GCC models split as retention outcomes diverge in India

Anurag Garnaik
3 Min Read

GCC hiring outcomes in India are increasingly divided, as industry leaders report sharp retention differences between long-term centres and short-term setups, according to staffing executives, with the trend emerging through 2024 across small engineering teams and niche technology roles.

What changed in the GCC model

Nano GCC operations in India now fall into two clear categories. Some centres launch with long-term roadmaps and defined roles. Others begin as trial-led or contract-driven teams. This structural difference is shaping retention outcomes early.

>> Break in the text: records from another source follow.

@pytest.mark.parametrize("name", SAMPLES)
def test_dot_has_every_variable_arrow_and_style(name):
    file = ROOT / "samples" / f"{name}.dag"
    diagram = load_diagram(str(file))
    analysis = diagram.analyses[0]
    nodes, edges, clusters = read_dot(render_text(str(file), "--format", "dot"))
    assert set(diagram.variables) <= set(nodes)
    assert not any(n.startswith("<->") for n in nodes), "hidden parents are not drawn as nodes"
    directed = {(a.source.text, a.target.text) for a in diagram.arrows if not a.bidirected}
    drawn = {k for k, v in edges.items() if any("invis" not in styles(a) for a in v)}
    assert directed <= drawn
    X, Y = analysis.exposure_set, analysis.outcome_set
    Z = analysis.adjust_set or frozenset()
    for v in diagram.variables:
        a = nodes[v]
        assert (a.get("shape") == "hexagon" and a.get("penwidth") == "2.5") == (v in X), v
        assert (a.get("shape") == "box" and a.get("peripheries") == "2") == (v in Y), v
        assert ("dashed" in styles(a)) == (v in diagram.unmeasured), v
        assert ("filled" in styles(a) and "fillcolor" in a) == (v in Z), v
        if v not in X and v not in Y:
            assert "rounded" in styles(a)
        label = diagram.labels.get(v)
        if label:
            # the label text (wrapped) and the name beneath it
            assert " ".join(re.sub(r"<[^>]+>", " ", a["label"][1:-1]).split()).startswith(
                " ".join(label.split())
            )
            assert f">{v}</FONT>" in a["label"]
    causal, open_noncausal = oracle_paths(diagram, analysis)
    for edge in directed:
        (a,) = [x for x in edges[edge] if "invis" not in styles(x)]
        assert (a["penwidth"] == "3.2") == (edge in causal), edge
        assert ("dotted" in styles(a)) == (edge in open_noncausal), edge
    # periods: one band each, in file order, with exactly its members
    assert [clusters[i][0] for i in sorted(clusters)] == [p.text for p, _ in diagram.periods]
    for i, (_, members) in enumerate(diagram.periods, start=1):
        assert clusters[i][1] == list(dict.fromkeys(m.text for m in members))


def test_wellness_styles_by_hand():
    """The same facts read off samples/wellness.dag by hand (analysis total_effect)."""
    nodes, edges, _ = read_dot(render_text("samples/wellness.dag", "--format", "dot"))
    dotted = {k for k, v in edges.items() if "dotted" in styles(v[0])}
    thick = {k for k, v in edges.items() if v[0].get("penwidth") == "3.2"}
    # enrolled <- motivation -> fitness_12m -> sick_days stays open given age, fitness_base
    assert dotted == {
        ("motivation", "enrolled"),
        ("motivation", "fitness_12m"),
        ("fitness_12m", "sick_days"),
    }
    assert thick == {("enrolled", "fitness_12m"), ("fitness_12m", "sick_days")}
    assert edges[("fitness_12m", "sick_days")][0]["class"] == "arrow causal open-noncausal"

Industry experts say nano GCCs typically employ between 20 and 150 staff. Centres built for sustained delivery record 12-month retention rates between 80% and 88%. In contrast, short-term setups see faster exits and early delivery risks.

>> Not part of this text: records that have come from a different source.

class _DeadStates:
    """(variable, direction) states proved to lead to no outcome, by level.

    State 2v + 1 is v entered along an arrow into it, 2v entered from one of
    its children.  A state of level k stays dead while the first k variables
    of the path stay (k - 1 is the deepest path position its proof ran into;
    level 0 needs none of them).
    """

    __slots__ = ("mark", "level", "buckets", "scratch")

    def __init__(self, n: int):
        self.mark = bytearray(2 * n)
        self.scratch = bytearray(2 * n)  # a search's own visited marks, all 0 between searches
        self.level = array("i", [0]) * (2 * n)
        self.buckets: list[list[int]] = []

    def add(self, states: list[int], level: int) -> None:
        buckets = self.buckets
        while len(buckets) <= level:
            buckets.append([])
        mark, lv = self.mark, self.level
        for s in states:
            mark[s] = 1
            lv[s] = level
        buckets[level].extend(states)

    def release(self, level: int) -> None:
        """The path is down to level - 1 variables: the states of that level are alive again."""
        if level < len(self.buckets) and self.buckets[level]:
            mark = self.mark
            for s in self.buckets[level]:
                mark[s] = 0
            self.buckets[level] = []


UNREACHABLE = 2**31 - 1


class _Moves:
    """The open moves from each (variable, direction) state, nearest to an outcome first.

    ``dist[s]``: the fewest moves of a walk open given Z from state s to an
    outcome that never enters an exposure (one backward breadth-first pass,
    with the moves of :func:`_open_to_outcome`), ``UNREACHABLE`` when there is
    none.  Exposures are walls throughout the listing, so a state without
    such a walk is never worth entering.  The forward searches walk the
    nearest states first, so a search that succeeds usually walks straight
    to an outcome.
    """

    __slots__ = ("dist", "_cache", "_succ", "_pred", "_inz", "_anc")

    def __init__(self, ix, walls, inz, anc, y_mask):
        n = ix.n
        self._succ, self._pred, self._inz, self._anc = ix.succ, ix.pred, inz, anc
        dist = self.dist = array("i", [UNREACHABLE]) * (2 * n)
        frontier = []
        for y in compress(range(n), y_mask):
            if not walls[y]:
                dist[2 * y] = dist[2 * y + 1] = 0
                frontier += (2 * y, 2 * y + 1)
        d = 0
        succ, pred = ix.succ, ix.pred
        while frontier:
            d += 1
            nxt = []
            for s in frontier:
                c = s >> 1
                if s & 1:  # (c, entered along an arrow): from a parent outside Z stepping down
                    for a in pred[c]:
                        if walls[a] or inz[a]:
                            continue
                        for t in (2 * a + 1, 2 * a):
                            if dist[t] == UNREACHABLE:
                                dist[t] = d
                                nxt.append(t)
                else:  # (c, entered from a child): from a child a stepping up
                    for a in succ[c]:
                        if walls[a]:
                            continue
                        if anc[a] and dist[2 * a + 1] == UNREACHABLE:  # a collider opened by Z
                            dist[2 * a + 1] = d
                            nxt.append(2 * a + 1)
                        if not inz[a] and dist[2 * a] == UNREACHABLE:
                            dist[2 * a] = d
                            nxt.append(2 * a)
            frontier = nxt
        self._cache: dict[int, list[int]] = {}

    def __call__(self, s: int) -> list[int]:
        """The states one open move from s that can reach an outcome, farthest
        first (a search's stack then takes the nearest first)."""
        got = self._cache.get(s)
        if got is None:
            v = s >> 1
            inz, dist = self._inz, self.dist
            out = []
            if not inz[v]:  # on to a child: v is a non-collider
                out += [2 * c + 1 for c in self._succ[v] if dist[2 * c + 1] != UNREACHABLE]
            if self._anc[v] if s & 1 else not inz[v]:  # on to a parent
                out += [2 * p for p in self._pred[v] if dist[2 * p] != UNREACHABLE]
            out.sort(key=dist.__getitem__, reverse=True)
            got = self._cache[s] = out
        return got


def _open_walk_to(
    moves: _Moves, first: int, walls: bytearray, pos, dead: _DeadStates, y_mask
) -> bool:
    """Whether a walk open given Z leads from state ``first`` (2u + 1: u
    entered along an arrow into it; 2u: from one of its children) to an
    outcome without entering a wall or a dead state.

    On failure every state visited is marked dead, at the level of the
    deepest path variable (``pos``) or dead state the search ran into.  The
    search costs the states it visits and their moves, nothing per variable
    of the diagram.
    """
    mark, lv, seen = dead.mark, dead.level, dead.scratch
    seen[first] = 1
    visited = [first]
    stack = [first]
    bump = 0
    found = False
    while stack and not found:
        for t in moves(stack.pop()):
            c = t >> 1
            if walls[c]:
                if pos[c] >= bump:
                    bump = pos[c] + 1
                continue
            if mark[t]:
                if lv[t] > bump:
                    bump = lv[t]
                continue
            if seen[t]:
                continue
            if y_mask[c]:
                found = True
                break
            seen[t] = 1
            visited.append(t)
            stack.append(t)
    for t in visited:  # the scratch marks are cleared by the states set, not by a pass
        seen[t] = 0
    if not found:
        dead.add(visited, bump)
    return found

Why retention matters more for small GCCs

In small GCC teams, exits carry operational weight. Even one departure can disrupt timelines. This risk increases when teams handle core intellectual property.

Monica Pirgal, CEO of Bhartiya Converge, said attrition in nano GCCs directly affects product and business outcomes. She noted that a single senior engineer leaving a 20- to 50-person team can delay launches or stall roadmaps.

As a result, retention is no longer viewed as an HR metric alone. It now sits closer to delivery planning and product execution.

Talent supply pressures add to GCC strain

The divide has widened as demand for niche skills rises. According to Kapil Joshi, CEO of IT staffing at Quess Corp, demand for AI and platform engineering talent is growing 40–50% year on year. Yet hands-on specialists form less than 10% of India’s tech workforce.

India also faces a 20–25% shortfall in advanced AI, ML, data engineering, and ML infrastructure roles. This gap raises hiring costs. TeamLease data shows salaries for niche roles rose 18–22%.

Because of this, replacement hiring dominates. Nearly 75% of GCC hiring in the first half of 2024 involved replacements. In smaller GCCs, the figure stood near 60%.

How hiring strategies are Shifting

To respond, nano GCCs are changing sourcing methods. Mass hiring is declining. Targeted recruitment is rising.

Roop Kaistha, regional MD APAC at AMS, said firms now tap senior lateral networks, startup ecosystems, research labs, and deep-tech communities. Data-driven employer branding also plays a role.

Over time, companies committing resources to the GCC model show lower churn. Others face recurring exits and higher replacement costs.